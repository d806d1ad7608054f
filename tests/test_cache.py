"""The user's cache folder (emu.cache): where it is, what it keeps, and what it refuses to trust."""

from __future__ import annotations

import multiprocessing
import os
import pickle
from pathlib import Path

import pytest

import emu.cache
from emu.cache import CACHE_VARIABLE, cache_folder, cached, entry_key, sources_fingerprint


@pytest.fixture
def folder(tmp_path, monkeypatch):
    monkeypatch.setenv(CACHE_VARIABLE, str(tmp_path / "cache"))
    return tmp_path / "cache"


class Maker:
    """``make`` for ``cached``: counts its calls."""

    def __init__(self, value):
        self.value, self.calls = value, 0

    def __call__(self):
        self.calls += 1
        return self.value


def through(key, maker):
    return cached("things", key, maker, pickle.dumps, pickle.loads)


def entry_files(folder: Path) -> list[Path]:
    return sorted((folder / "things").glob("*"))


def test_the_suite_never_uses_the_users_own_cache():
    folder = cache_folder()
    assert folder is not None and Path.home() not in folder.resolve().parents


def test_the_folder_comes_from_the_variable_then_xdg_then_home(monkeypatch, tmp_path):
    monkeypatch.setenv(CACHE_VARIABLE, str(tmp_path / "mine"))
    assert cache_folder() == tmp_path / "mine"
    monkeypatch.delenv(CACHE_VARIABLE)
    monkeypatch.setenv("XDG_CACHE_HOME", str(tmp_path / "xdg"))
    assert cache_folder() == tmp_path / "xdg" / "relaybench"        # XDG Base Directory Specification 0.8
    monkeypatch.delenv("XDG_CACHE_HOME")
    monkeypatch.setenv("HOME", str(tmp_path / "home"))
    assert cache_folder() == tmp_path / "home" / ".cache" / "relaybench"
    monkeypatch.setenv(CACHE_VARIABLE, "off")
    assert cache_folder() is None


def test_a_second_call_reads_the_entry_instead_of_making_it(folder):
    maker = Maker({"words": [1, 2, 3]})
    assert through("k1", maker) == {"words": [1, 2, 3]}
    assert through("k1", maker) == {"words": [1, 2, 3]}
    assert maker.calls == 1
    assert len(entry_files(folder)) == 1
    other = Maker("another")
    assert through("k2", other) == "another" and other.calls == 1


@pytest.mark.parametrize("damage", ["truncated", "random bytes", "content changed", "empty"])
def test_a_damaged_entry_is_ignored_and_written_anew(folder, damage):
    maker = Maker(list(range(100)))
    through("k", maker)
    [path] = entry_files(folder)
    good = path.read_bytes()
    if damage == "truncated":
        path.write_bytes(good[:len(good) // 2])
    elif damage == "random bytes":
        path.write_bytes(os.urandom(len(good)))
    elif damage == "content changed":        # header intact, one byte of the pickle changed
        path.write_bytes(good[:-3] + bytes([good[-3] ^ 0x01]) + good[-2:])
    else:
        path.write_bytes(b"")
    assert through("k", maker) == list(range(100))
    assert maker.calls == 2
    assert path.read_bytes() == good             # rewritten whole
    assert through("k", maker) == list(range(100)) and maker.calls == 2


def test_an_entry_written_under_another_key_is_not_read(folder):
    """A file in the right place that says it belongs to another key (copied, or left by a
    version whose key happened to name the same file) is made anew."""
    through("old", Maker("old value"))
    [old] = entry_files(folder)
    maker = Maker("new value")
    through("new", maker)
    new = next(p for p in entry_files(folder) if p != old)
    new.write_bytes(old.read_bytes())
    assert through("new", maker) == "new value" and maker.calls == 2


def test_the_key_changes_with_the_version_and_each_part(monkeypatch):
    key = entry_key("machine", "text")
    assert entry_key("machine", "text") == key
    assert entry_key("machine", "text2") != key
    assert entry_key("machinet", "ext") != key          # parts are kept apart
    monkeypatch.setattr(emu.cache, "__version__", "99.0")
    assert entry_key("machine", "text") != key


def test_the_fingerprint_of_a_package_changes_with_any_of_its_source_files(tmp_path, monkeypatch):
    """What keeps a changed code generator from reading code an older one wrote."""
    package = tmp_path / "made_up_generator"
    (package / "inner").mkdir(parents=True)
    (package / "__init__.py").write_text("")
    (package / "inner" / "__init__.py").write_text("")
    (package / "inner" / "rules.lark").write_text("start: 'a'\n")
    monkeypatch.syspath_prepend(str(tmp_path))
    seen = set()
    for change in ["", "start: 'b'\n", "x = 1\n"]:
        if change.startswith("start"):
            (package / "inner" / "rules.lark").write_text(change)
        elif change:
            (package / "inner" / "new.py").write_text(change)
        sources_fingerprint.cache_clear()
        seen.add(sources_fingerprint("made_up_generator"))
    (package / "notes.txt").write_text("not source")
    sources_fingerprint.cache_clear()
    assert sources_fingerprint("made_up_generator") in seen
    assert len(seen) == 3


def test_the_cache_turned_off_makes_every_time_and_writes_nothing(folder, monkeypatch):
    monkeypatch.setenv(CACHE_VARIABLE, "off")
    maker = Maker(5)
    assert through("k", maker) == 5 and through("k", maker) == 5
    assert maker.calls == 2
    assert not folder.exists()


def test_a_folder_that_cannot_be_written_only_costs_time(tmp_path, monkeypatch):
    blocker = tmp_path / "a file"
    blocker.write_text("not a folder")
    monkeypatch.setenv(CACHE_VARIABLE, str(blocker / "cache"))
    maker = Maker("value")
    assert through("k", maker) == "value" and through("k", maker) == "value"
    assert maker.calls == 2


def _write_at_once(folder: str, start, value: int) -> int:
    os.environ[CACHE_VARIABLE] = folder
    start.wait()
    return through("shared", Maker(value))


def test_processes_writing_one_entry_at_once_all_succeed_and_leave_it_whole(folder):
    context = multiprocessing.get_context("spawn")
    with context.Manager() as manager:
        start = manager.Barrier(6)
        with context.Pool(6) as pool:
            results = pool.starmap(_write_at_once, [(str(folder), start, list(range(20_000)))] * 6)
    assert all(r == list(range(20_000)) for r in results)
    assert [p.suffix for p in entry_files(folder)] == [".bin"]       # no temporary file left behind
    maker = Maker("not needed")
    assert through("shared", maker) == list(range(20_000)) and maker.calls == 0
☆ ☆ ☆ ☆ ☆
Each line above that contains the word "damage" should be counted, and only the total given.

§ **Task response**:
5